The Sioux say they walk a fine line between two worlds. "A lot of Indians don't want people here," Ms. Crowe said. "And in truth, I sometimes wonder myself why I'm doing this, trying to promote Lewis and Clark as a way to tell our story." Perhaps the greatest cross-cultural mingling on the expedition happened in what is now North Dakota, where the corps wintered just across the river from Mandan and Hidatsa villages. Lewis and Clark spent more time in the area than anywhere else.

What the natives who descended from those tribes want people to know is that they already had an advanced society when Lewis and Clark arrived. It was a sophisticated agricultural society, with clans and large earth lodges run by women. The Indians shared food, building tips and wives with the newcomers.

"Jefferson wanted to make Indians into farmer and traders," Ms. Mossett said between bites of a fajita salad at a restaurant here in New Town. "But we were already doing all of that. The difference is, we were doing it without slave labor."

Of course, the Mandan and Hidatsa captured other Indians in raids, and later adopted them into their culture. That is how Sacagawea came to live with the Mandan and Hidatsa. She joined the corps in the winter, just after giving birth to a boy she would carry across the West and back.

"In some ways, the Hidatsa thought these guys were a joke," said Mr. Baker, the museum archivist. "We saw them as a trading opportunity, but also felt sorry for them. And we joked about their crummy trade items."

Farther along the trail, the Nez Percé also pitied the corps. At one point, the explorers might have been killed just after crossing the Continental Divide, but a Nez Percé woman intervened.

"The expedition owed more to Indian women than either captain ever acknowledged," Mr. Ambrose wrote in "Undaunted Courage," his best-selling account of the voyage. Mr. Ambrose also noted the bitter irony that when the Nez Percé were driven out of their homeland in 1877, among the stragglers were a handful of old men who had been children when Lewis and Clark visited.

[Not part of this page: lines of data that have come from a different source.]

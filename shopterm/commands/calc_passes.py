"""``shopterm calc passes SPEC --od D``: total infeed, pass plan on this lathe's dials, tool check."""

from __future__ import annotations

from shopterm.commands import add_json_option, add_units_option, emit_json, length_out, print_table
from shopterm.cutting.infeed import METHODS, infeed_method
from shopterm.cutting.plan import (DEFAULT_MAX_FIRST, DEFAULT_MIN_PASS, PLAN_KINDS, bore_to_prepare,
                                   make_plan)
from shopterm.cutting.tool import check_tool, power_tool, standard_tip, tool_depth
from shopterm.cutting.wires import is_power_form
from shopterm.errors import InvalidEntry
from shopterm.lathe.machine import Dial, Shop, ToolTip
from shopterm.units import parse_length, parse_number


def register(subparsers) -> None:
    p = subparsers.add_parser(
        "passes", help="total infeed and the pass plan on your dials",
        description="From the turned diameter and the tool tip: the total radial infeed to the "
                    "aim pitch diameter, the passes as dial settings, and a check of the tool's "
                    "form against the thread. Lengths take a unit suffix (mm, in); without one "
                    "they are in the thread's own unit.")
    p.add_argument("spec", metavar="SPEC", help="designation, e.g. M10x1.5-6g or '1/4-20 UNC-2A'")
    p.add_argument("--od", required=True, metavar="D",
                   help="measured diameter turned: the blank's OD (external) or the bore (internal)")
    p.add_argument("--internal", action="store_const", const="internal", dest="kind",
                   help="an internal thread (where the class does not say so)")
    tip = p.add_mutually_exclusive_group()
    tip.add_argument("--tip-flat", metavar="F", help="width of the flat on the tool's tip")
    tip.add_argument("--tip-radius", metavar="R", help="nose radius of the tool's tip")
    p.add_argument("--method", choices=METHODS, default="modified",
                   help="infeed method (default: modified flank)")
    p.add_argument("--angle", metavar="A",
                   help="the compound's true angle from the cross-slide [deg] (29.5 for 60°)")
    p.add_argument("--offset", metavar="DEG", default="0.5",
                   help="modified/alternating: degrees under half the form angle (default 0.5)")
    p.add_argument("--plan", choices=PLAN_KINDS, default="constant-area", dest="plan_kind",
                   help="how the depth is split (default: constant-area)")
    p.add_argument("--passes", metavar="N", help="number of infeed passes (spring passes apart)")
    p.add_argument("--max-first", metavar="H",
                   help=f"largest first pass on radius when --passes is not given "
                        f"(default {DEFAULT_MAX_FIRST} mm)")
    p.add_argument("--min-pass", metavar="H",
                   help=f"smallest infeed pass on radius (default {DEFAULT_MIN_PASS} mm)")
    p.add_argument("--finish", metavar="H", help="depth of a last finishing pass (default none)")
    p.add_argument("--spring", metavar="N", default="1", help="spring passes (default 1)")
    p.add_argument("--depth", metavar="H", help="total radial infeed, instead of computing it")
    p.add_argument("--dial-div", metavar="X",
                   help="slide travel per division of the feeding dial (default: from the config)")
    p.add_argument("--step", metavar="S", default="1",
                   help="round dial settings to this many divisions (default 1; 0.5 for halves)")
    add_units_option(p)
    add_json_option(p)
    p.set_defaults(func=run)


def _whole(text: str, what: str, minimum: int) -> int:
    value = parse_number(text)
    if value != int(value) or value < minimum:
        raise InvalidEntry(f"{what} must be a whole number, {minimum} or more (got {text!r}).")
    return int(value)


def _config(path):
    """Return (lathe, shop, notes) from the config, or (None, None, notes) when it cannot load."""
    try:
        from shopterm.config import HOW_SAMPLE, load_config
        cfg = load_config(path)
    except Exception as exc:  # the config module may be missing or the file bad: say so
        return None, None, (f"Config not used ({exc}); the compound scale is taken as reading 0 "
                            "along the cross-slide.",)
    notes = ()
    if cfg.how_found == HOW_SAMPLE:
        notes = (f"Using {HOW_SAMPLE}: its lathe is a demo; write your own config for your "
                 "dials.",)
    return cfg.lathe, cfg.shop, notes


def run(args) -> int:
    from shopterm.standards import limits as thread_limits
    from shopterm.standards import parse

    spec = parse(args.spec, kind=args.kind)
    lim = thread_limits(spec)
    native = spec.native_unit
    unit = args.units or native

    def length(text, what, positive=True):
        mm = parse_length(text, native)
        if positive and not mm > 0:
            raise InvalidEntry(f"The {what} must be greater than zero.")
        return mm

    od = length(args.od, "turned diameter (--od)")
    lathe, shop, notes = _config(getattr(args, "config", None))
    notes = list(notes)
    if args.tip_flat is not None:
        tip = ToolTip("flat", length(args.tip_flat, "tip flat", positive=False))
    elif args.tip_radius is not None:
        tip = ToolTip("radius", length(args.tip_radius, "tip radius", positive=False))
    elif shop is not None and not (is_power_form(spec.form) and shop.tool.kind == "radius"):
        tip = shop.tool
        notes.append(f"Tool tip from the config: {tip.kind} {tip.size:.3f} mm.")
    else:
        tip = standard_tip(lim)
        notes.append(f"No tip given: using the standard's root, {tip.kind} {tip.size:.3f} mm.")
    angle = parse_number(args.angle) if args.angle is not None else None
    offset = parse_number(args.offset)
    method = infeed_method(args.method, spec.form.angle_deg, angle_deg=angle, offset_deg=offset,
                           lathe=lathe, internal=not spec.is_external, hand=spec.hand)
    power = None
    if is_power_form(spec.form):
        power = power_tool(lim, tip, max_side_clearance_deg=(
            shop.tool_side_clearance_deg if shop is not None else Shop().tool_side_clearance_deg))
        notes.extend(power.notes)
    depth = tool_depth(lim, od, tip)
    total = depth.total_radial
    if args.depth is not None:
        total = length(args.depth, "depth (--depth)")
        notes.append(f"Total infeed set with --depth; the tip geometry gives "
                     f"{depth.total_radial:.4f} mm.")
    feed_dial = None
    if args.dial_div is not None:
        div_mm = length(args.dial_div, "dial division (--dial-div)")
        base = None
        if lathe is not None:
            base = lathe.compound_dial if method.feeds_with == "compound" else lathe.cross_dial
        feed_dial = Dial("mm", div_mm, base.divisions if base else 100, reads_diameter=False)
    passes = _whole(args.passes, "--passes", 1) if args.passes is not None else None
    kwargs = {}
    if args.max_first is not None:
        kwargs["max_first"] = length(args.max_first, "largest first pass (--max-first)")
    if args.min_pass is not None:
        kwargs["min_pass"] = length(args.min_pass, "minimum pass (--min-pass)", positive=False)
    finish = length(args.finish, "finishing pass", positive=False) if args.finish else 0.0
    step = parse_number(args.step)
    plan = make_plan(total, method, lathe=lathe, kind=args.plan_kind, passes=passes,
                     finish=finish, spring=_whole(args.spring, "--spring", 0), dial_step=step,
                     internal=not spec.is_external, feed_dial=feed_dial,
                     flat_bottom=tip.size if power is not None else 0.0, **kwargs)
    check = check_tool(lim, tip, turned_diameter=od)
    bore = bore_to_prepare(lim) if not spec.is_external else None
    notes += list(depth.notes) + list(plan.notes)

    def L(mm):
        return length_out(mm, unit)

    def pass_dict(p):
        d = {"n": p.n, "radial_cum": L(p.radial_cum), "radial_inc": L(p.radial_inc),
             "compound_cum": L(p.compound_cum), "compound_inc": L(p.compound_inc),
             "dial_divisions": p.dial_divisions, "kind": p.kind,
             "exact_radial_cum": L(p.exact_radial_cum)}
        if p.side is not None:
            d.update(side=p.side, side_divisions=p.side_divisions)
        return d

    if args.json:
        emit_json({
            "designation": spec.designation, "units": unit,
            "aim_pd": L(depth.aim_pd), "turned_diameter": L(od),
            "tip": {"kind": tip.kind, "size": L(tip.size)},
            "basic_depth": L(lim.depth), "computed_radial": L(depth.total_radial),
            "total_radial": L(total), "method": method.method,
            "compound_angle_true": method.true_angle_deg,
            "compound_angle_set": method.scale_reading_deg,
            "feeds_with": method.feeds_with,
            "compound_total": L(plan.compound_total),
            "passes": [pass_dict(p) for p in plan.passes],
            "spring_passes": [pass_dict(p) for p in plan.spring_passes],
            "tool_check": {"ok": check.ok, "messages": list(check.messages),
                           "interference": L(check.interference)},
            "bore": None if bore is None else {"min": L(bore.minor_min),
                                               "max": L(bore.minor_max),
                                               "suggested": L(bore.suggested)},
            "power_tool": None if power is None else {
                "flat": L(power.tip.size), "standard_flat": L(power.standard_flat),
                "helix_minor_deg": round(power.helix_minor_deg, 3),
                "helix_major_deg": round(power.helix_major_deg, 3),
                "leading_clearance_deg": round(power.leading_deg, 3),
                "trailing_clearance_deg": round(power.trailing_deg, 3),
                "leading_side": power.leading_side},
            "notes": notes,
        })
        return 0

    dec = 3 if unit == "mm" else 4

    def f(mm):
        v = length_out(mm, unit)
        return f"{v:.{dec}f}"

    print(f"{spec.designation} ({spec.kind})  [{unit}]")
    print(f"aim PD {f(depth.aim_pd)}   turned {f(od)}   tip {tip.kind} {f(tip.size)}")
    print(f"total radial infeed {f(total)}   (standard's basic depth {f(lim.depth)})")
    if method.feeds_with == "compound":
        print(f"compound {method.true_angle_deg:g}° from the cross-slide: set "
              f"{method.scale_reading_deg:g}° on its scale; travel {f(plan.compound_total)}")
    else:
        print(f"method {method.method}: feed on the cross-slide")
    rows = []
    for p in plan.passes + plan.spring_passes:
        label = f"spring {p.n}" if p.kind == "spring" else (
            f"{p.n} finish" if p.kind == "finish" else str(p.n))
        rows.append((label, f(p.radial_cum), f(p.radial_inc), f(p.compound_cum),
                     f"{p.dial_divisions:g}"))
    print_table(rows, ("pass", "radial", "+radial", "compound", "dial"))
    for m in check.messages:
        print(m)
    if power is not None:
        print(f"helix {power.helix_minor_deg:.2f}° at the minor, {power.helix_major_deg:.2f}° "
              f"at the major; side clearance: leading {power.leading_deg:.1f}° (the "
              f"{power.leading_side} side), trailing {power.trailing_deg:.1f}°")
    if bore is not None:
        print(bore.text)
    for n in notes:
        print(f"note: {n}")
    return 0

The Nez Percé, alone among American Indian tribes, selectively bred horses, and say they produced the appaloosa. On this bicentennial, the tribe is reviving its horse-breeding registry and language as part of a Lewis and Clark Rediscovery Project.

A sign on the Weippe Prairie, in Idaho, reads: "Lewis and Clark Route, First Contact Between Two Cultures."

Like the Sioux, the Nez Percé, with 3,296 tribal members today, suffered the indignity of not even being called by their real name. Sioux is a Chippewa word, shortened by the French, which means little snake, or enemy. Nez Percé is also a French misnomer. Tribal members say they did not pierce their noses.

At the very least, the Nez Percé, like other Indians along the route from the flatlands to the ocean, hope the Lewis and Clark bicentennial will dispel certain myths.

With the kind of humor found often in Indian Country, the tribe is taking to the revisionist task. After discussing efforts to restore salmon in rivers stapled with government dams, the Nez Percé report on their Web site that "we also frequent restaurants and eat modern foods."